I think the threat they're describing is based on this idea: your Linux Vendor signs package foo-1.0. People being fallible, a security vulnerability is eventually found in foo-1.0. It gets patched. foo-1.1 comes out, and your vendor signs that too, and you install it. You are happy.

Then, one day, you tell your system to update everything. Your computer talks to some mirror, and gets a list of the latest packages. Then you download the latest packages. Oh look, here's foo-1.0. Oh good, it's signed by the vendor, therefore it's safe. You install it.

Oops, the mirror just tricked you into installing software with a known bug. The package was signed, but the information about what is the best package to download and install, wasn't signed.

Re:Vendors sign with keys.

[99BottlesOfBeerInMyF]

Considering Fedora (at least) signs all packages, seems like the authors should have been clear if the attack still works if the packages are not signed.

The article seemed pretty clear to me. The most vulnerable systems don't have signed packages or metadata or expiring signatures. The least vulnerable systems have all of those, but are still potentially vulnerable for a window of time before the metadata signature expires but after a vulnerability is found and fixed in a package.

Re:Vendors sign with keys.

[kwalker]

What package manager silently downgrades packages?

I can see a package mirror (maliciously) refusing to stock updates, but yum at least picks a mirror at random by default. Apt didn't last I saw, but if you picked your own mirror, you already trust them.

Re:Hmmm

Your firewall won't stop this type of attack... RTFA.

Re:Vendors sign with keys.

[alrj]

Ok, so foo-1.1 is uploaded on security.debian.org.

What are the official mirrors for security.debian.org ?
None. And if you decide to use some mirror anyway, try at least to select one you trust.

End result : everyone gets the patched foo-1.1

Re:The actual vulnerability

[nabsltd]

There is considerably more metadata than the filename in all package systems.

Although I generally only use RPM, I have seen enough of others to know that each package has information inside it that says things like "supplies foo-2.8.0.so". For example:
$ rpm -q --provides openssh
config(openssh) = 4.3p2-24.el5
openssh = 4.3p2-24.el5

This sort of metadata is part of the headers that are downloaded by the package manager to determine whether the system needs the package, and what other packages might be needed to fulfill dependencies. So, the system probably won't even download the file just because it was renamed. But, even if it does download it, when it tries to install it, you would get an error because a newer version of the capability (RPM term) named "openssh" is already installed.

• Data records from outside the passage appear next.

"""The main window: the question across the top, the panels, menus, the worker and the status bar."""

from __future__ import annotations

import os
from typing import Optional

from PySide6 import QtCore, QtGui, QtWidgets

from regbench.data import read_table
from regbench.errors import DataError, ProjectError, RegbenchError
from regbench.gui.elided import ElidedLabel
from regbench.gui.export import export_csv, export_plot
from regbench.gui.help import HelpView
from regbench.gui.panels.agreement import AgreementPanel
from regbench.gui.panels.calibration import CalibrationPanel
from regbench.gui.panels.coefficients import CoefficientsPanel
from regbench.gui.panels.data import DataPanel, cache_words
from regbench.gui.panels.fitquality import FitQualityPanel
from regbench.gui.panels.overlaps import OverlapsPanel
from regbench.gui.panels.paths import PathsPanel
from regbench.gui.panels.ranges import RangesPanel
from regbench.gui.panels.stability import StabilityPanel
from regbench.gui.panels.stress import StressPanel
from regbench.gui.rowsettings import ask_rows, first_rows, first_rows_session, reads_in_batches
from regbench.gui.roles import QuestionBar, RoleDraft, can_explain, default_roles, openable_roles, starting_words
from regbench.gui.style import STYLESHEET, configure_pyqtgraph
from regbench.gui.tables import view_to_tsv
from regbench.gui.worker import Runner
from regbench.models.results import FitSettings
from regbench.models.spec import RowSource
from regbench import project
from regbench.batches import budget_words
from regbench.report import render_report
from regbench.session import Session

Qt = QtCore.Qt
TABLE_EXTS = (".csv", ".tsv", ".tab", ".txt", ".xlsx", ".parquet", ".pq")
PROJECT_EXT = ".regbench"
MAX_RECENT = 8
AUTOSAVE_MS = 60_000


#: The panels each kind of session change marks out of date ("comparisons": every panel that reads the
#: models at the chosen α, redrawn once the worker has them); a kind not listed marks every panel.
REDRAWS = {
    "notes": (),
    "view_state": (),
    "saved": (),
    "rows": (),   # the memory budget and cluster apply to the next pass; nothing on screen changes
    "alpha": ("paths", "stability", "comparisons"),
    "extra_fits": ("paths", "comparisons"),
    "stress": ("stress",),
    "bootstrap": ("stability",),
    "derived": ("paths", "comparisons"),   # the worker's comparisons at the chosen α arrived
}


#: Encodings offered when a table is not UTF-8 (label -> Python codec name).
ENCODINGS = {"Windows Western (cp1252)": "cp1252", "Latin-1 (ISO 8859-1)": "latin-1",
             "Central European (cp1250)": "cp1250", "Cyrillic (cp1251)": "cp1251", "Mac Roman": "mac_roman",
             "UTF-16": "utf-16"}


def _project_words(exc):
    """A project that cannot be read is called damaged when that is the likely cause."""
    msg = str(exc)
    if isinstance(exc, RegbenchError) and "not a regbench project (not a readable zip archive" in msg:
        return ProjectError(msg.replace("not a regbench project (not a readable zip archive",
                                        "damaged: it cannot be read as a project (not a readable zip archive", 1))
    return exc


def _window_words(msg: str) -> str:
    """Advice written for the command line, said the window's way."""
    import re

    return re.sub(r"name its encoding \(for example --encoding [\w-]+\)",
                  "open it again and choose its encoding when the window asks", msg)


def recovery_path() -> str:
    base = QtCore.QStandardPaths.writableLocation(QtCore.QStandardPaths.AppDataLocation)
    if not base:
        base = os.path.join(os.path.expanduser("~"), ".regbench")
    return os.path.join(base, "recovery.regbench")


def _panel_classes():
    # The order a stakeholder asks in; Ctrl+1..9 follow it.  The probabilities panel (yes/no
    # outcomes only) comes last so the others keep their shortcuts.
    return (DataPanel, OverlapsPanel, PathsPanel, CoefficientsPanel, FitQualityPanel, AgreementPanel, StressPanel,
            StabilityPanel, RangesPanel, CalibrationPanel)
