def test_exported_penalty_figure_names_every_path_and_leaves_out_the_focus_ring(qtbot, wide, tmp_path):
    """Beyond 14 columns every path is still named in the exported picture (labels at the path ends,
    not a legend that stops), and the picture is the same whether or not the α handle has the
    keyboard focus (its focus ring and hover look are the window's, not the figure's)."""
    import xml.etree.ElementTree as ET

    panel = _show(qtbot, wide, "paths")
    panel.family.setCurrentIndex(panel.family.findData("ridge"))  # ridge keeps every column on its path
    QtWidgets.QApplication.processEvents()
    columns = [c for c in wide.session.design.columns]
    assert len(columns) > 14
    plain = tmp_path / "plain.svg"
    assert wide.export_plot(str(plain))
    panel.figure.setFocus()
    QtWidgets.QApplication.processEvents()
    assert panel.figure.hasFocus()
    focused = tmp_path / "focused.svg"
    assert wide.export_plot(str(focused))
    texts = [t.text for t in ET.parse(plain).getroot().iter() if t.tag.endswith("text") and t.text]
    words = " ".join(texts)
    for c in columns:
        assert c in words, c
    assert plain.read_bytes() == focused.read_bytes()
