def _type_text_series(name, col, n, style=PLAIN, rows=None):
    """Type a column of cell texts (None or NaN where empty) by the rules of :func:`_type_column`.

    Every rule looks at one cell at a time, so each distinct text is looked at once and the
    answers are spread over the rows by their codes: a column of a few hundred labels over a
    million rows costs one hashing pass, not a million string operations.
    """
    codes, uniq = pd.factorize(col, use_na_sentinel=True)
    m = len(uniq)
    codes = np.where(codes < 0, m, codes)  # the empty cells share one extra slot
    u = pd.Series(list(uniq) + [None], dtype=object)
    stripped_u = u.where(u.notna(), None).str.strip()
    lowered_u = stripped_u.str.lower()
    present_u = ~(stripped_u.isna() | lowered_u.isin(MISSING_TEXTS)).to_numpy()
    present = present_u[codes]
    missing = int(n - present.sum())
    if not present.any():
        return np.full(n, np.nan), ColumnInfo(name, EMPTY, missing, 0)
    words_u = set(lowered_u[present_u])
    if words_u <= (_TRUE | _FALSE):
        truth_u = np.where(present_u, lowered_u.isin(_TRUE).to_numpy().astype(float), np.nan)
        counts = np.bincount(codes, minlength=m + 1)
        spelled = Counter()
        for k in np.flatnonzero(present_u):
            spelled[stripped_u.iat[k]] += int(counts[k])
        return truth_u[codes], ColumnInfo(name, BOOLEAN, missing, len(words_u), words=_boolean_words(spelled))
    texts_u = stripped_u.where(present_u, None)
    nums_u = _parse_numbers(texts_u, style)
    bad_u = present_u & np.isnan(nums_u)
    note = ""
    if bad_u.any():
        pct_u = _percentages(texts_u, bad_u, style)
        if np.isfinite(pct_u).any():
            nums_u = np.where(np.isfinite(pct_u), pct_u, nums_u)
            bad_u = present_u & np.isnan(nums_u)
            hit = np.flatnonzero(np.isfinite(pct_u)[codes])
            k = hit.size
            note = (f"{k} cell{'s' if k > 1 else ''} written as percentages read as numbers of percent "
                    f"('{texts_u.iat[codes[hit[0]]]}' is read as {pct_u[codes[hit[0]]]:g})")
    nums, bad = nums_u[codes], bad_u[codes]
    n_num = int(present.sum() - bad.sum())
    if n_num and n_num >= NUMERIC_SHARE * present.sum():
        nums = np.where(present, nums, np.nan)
        _, info = _type_numeric_column(name, nums, n)
        bad_idx = np.flatnonzero(bad)
        bad_cells = tuple((int(rows[i]) if rows is not None else int(i) + 1, texts_u.iat[codes[i]]) for i in bad_idx)
        return nums, ColumnInfo(name, NUMERIC, missing, info.distinct, info.coded_categories, bad_cells, note)
    vals = texts_u.to_numpy(dtype=object)[codes]  # None where missing: the Table's convention for a category
    distinct = len(set(texts_u[present_u]))
    # Commas among the text cells, counted once per distinct text (a comma test of every cell of a
    # 100,000-row label column was most of its typing).
    comma_u = bad_u & texts_u.astype(str).str.contains(",", regex=False).to_numpy(dtype=bool)
    with_comma = int(np.bincount(codes, minlength=m + 1)[comma_u].sum())
    return vals, ColumnInfo(name, CATEGORICAL, missing, distinct,
                            note=_why_text(pd.Series(vals, dtype=object), present, bad, rows, with_comma))
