def wsd(v, w):
    # numpy's weighted covariance with bias=True is the weighted population variance.
    return math.sqrt(np.cov(v, aweights=w, bias=True))


@pytest.fixture
def small():
    rng = np.random.default_rng(11)
    n = 600
    X = rng.normal([5.0, -2.0, 100.0], [1.0, 3.0, 20.0], size=(n, 3))
    y = 2.0 + X @ [0.7, -0.2, 0.01] + rng.normal(0, 0.4, n)
    w = rng.uniform(0.5, 2.0, n)
    cols = ("a", "b", "c")
    d = design_from_arrays(X, y, cols, weights=w, target="out")
    models = {
        "ols": lm("ols", 2.0, [0.7, -0.2, 0.01], cols),
        "lasso": lm("lasso", 2.3, [0.65, 0.0, 0.008], cols),  # does not use b
        "ridge": lm("ridge", 1.9, [0.69, -0.19, 0.011], cols),
    }
    return d, models


# -- bit-for-bit: a model that does not use the column cannot move -------------------------


@pytest.mark.parametrize("kind,fill,strength", [
    ("constant", float("nan"), None), ("constant", float("inf"), None), ("missing", float("nan"), 0.5),
    ("missing", -float("inf"), 1.0), ("wild", None, 0.3), ("shuffle", None, None), ("rescale", 1e300, 1e300),
])
def test_unused_column_gives_exactly_zero_shift(small, kind, fill, strength):
    d, models = small
    res = run_stress(d, models, StressConfig("b", kind, strength=strength, fill=fill))
    # Mathematical fact: lasso's prediction does not involve b, so it is unchanged bit for bit.
    assert np.array_equal(res.row_shift["lasso"], np.zeros(d.n))
    assert res.shifts["lasso"].shift_rmse == 0.0 and res.shifts["lasso"].mean_shift == 0.0
    assert res.shifts["lasso"].moved_share == 0.0
    assert res.shifts["lasso"].error_damaged == res.shifts["lasso"].error_clean
    assert not res.shifts["lasso"].uses_column
    assert "lasso does not use b and does not move at all" in res.sentences[0]
    if fill is not None and not np.isfinite(fill):
        # The models that use b get non-finite predictions; they count as moved.
        assert not np.isfinite(res.shifts["ols"].shift_rmse)
        assert res.shifts["ols"].moved_share > 0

You could always force the install, but no package manager does this sort of downgrade as an out of the box default

Re:Compile from source yourself!

[Architect_sasyr]

BSD Ports

Now you get your package management AND you get to compile from source. Best of both worlds.

Re:Well, sign the catalog then.

[Zero__Kelvin]

I guess keeping the "Interesting" mods is OK so I won't request that they be removed (though I would understand if someone throws a few "overrateds" at me), however I misspoke. Someone else pointed out that the package files, such as yada-yada-2.6.7.myarch.rpm have the important metadata in them already, it is signed, and changing the filename doesn't change the dependency information therin, so there is no vulnerability, and this is much ado about nothing. I stand corrected, and should have stayed with my original post on the matter.

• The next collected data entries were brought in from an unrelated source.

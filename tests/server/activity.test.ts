import { describe, expect, it } from 'vitest';
import { activityEntrySchema, type ActivityEntry } from '@shared/api/activity';
import { Activity } from '../../server/modules/activity/activity.entity';
import { demoDocument, refusal, useShopWorld, type Actor, type ShopWorld } from './shop-world';

// A project's activity, kept in PostgreSQL: who saved, sent an order, ticked cuts, invited whom. Repeated saves
// by one person in one stretch are one entry with a count.

let w: ShopWorld;
useShopWorld((world) => {
  w = world;
});
const c = (a: Actor) => w.clients.get(a)!;
const list = async (): Promise<ActivityEntry[]> => activityEntrySchema.array().parse((await c('owner').get(`/api/projects/${w.projectId}/activity`).expect(200)).body);

describe('project activity', () => {
  it('groups a stretch of saves into one entry, and starts a new one after a pause', async () => {
    for (let v = 1; v <= 3; v++) await c('designer').put(`/api/frames/${w.frameId}/document`, { baseVersion: v, document: demoDocument() }).expect(200);
    let saves = (await list()).filter((e) => e.kind === 'frame.saved');
    expect(saves).toHaveLength(1);
    expect(saves[0]).toMatchObject({ count: 3, subject: 'Kitchen pod v1', user: { name: 'designer' } });
    await w.ctx.orm.em.fork().nativeUpdate(Activity, { kind: 'frame.saved' }, { lastAt: new Date(Date.now() - 60 * 60_000) });
    await c('designer').put(`/api/frames/${w.frameId}/document`, { baseVersion: 4, document: demoDocument() }).expect(200);
    saves = (await list()).filter((e) => e.kind === 'frame.saved');
    expect(saves.map((e) => e.count)).toEqual([1, 3]);
  });

  it('records invitations to the project and read-only links', async () => {
    await c('owner').post(`/api/workshops/${w.workshopId}/invitations`, { email: 'pat@client.test', role: 'client', projectIds: [w.projectId] }).expect(201);
    await c('designer').post(`/api/projects/${w.projectId}/share-links`, { days: 3 }).expect(201);
    const kinds = (await list()).map((e) => [e.kind, e.subject, e.user?.name]);
    expect(kinds).toContainEqual(['client.invited', 'pat@client.test', 'owner']);
    expect(kinds).toContainEqual(['link.made', 'valid 3 days', 'designer']);
  });

  it.each(['cutter', 'viewer', 'outsider', 'anonymous'] as Actor[])('%s: members read it, others are refused', async (a) => {
    const res = await c(a).get(`/api/projects/${w.projectId}/activity`);
    expect(res.status).toBe(['cutter', 'viewer'].includes(a) ? 200 : refusal(a));
  });
});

Re:Vendors sign with keys.

[maswan]

But both Ubuntu and Debian have central security mirrors for security updates, which are added by default.

For this it doesn't matter (much) if a regular package mirror doesn't have the latest openssh, the security mirror will have one with the security fix in.

Now, there could possibly be some cases where security fixes gets published as regular updates where a replay attack could be successful. If the story would load off the apparently slashdoted web server, I could see if they had seen such issues, etc.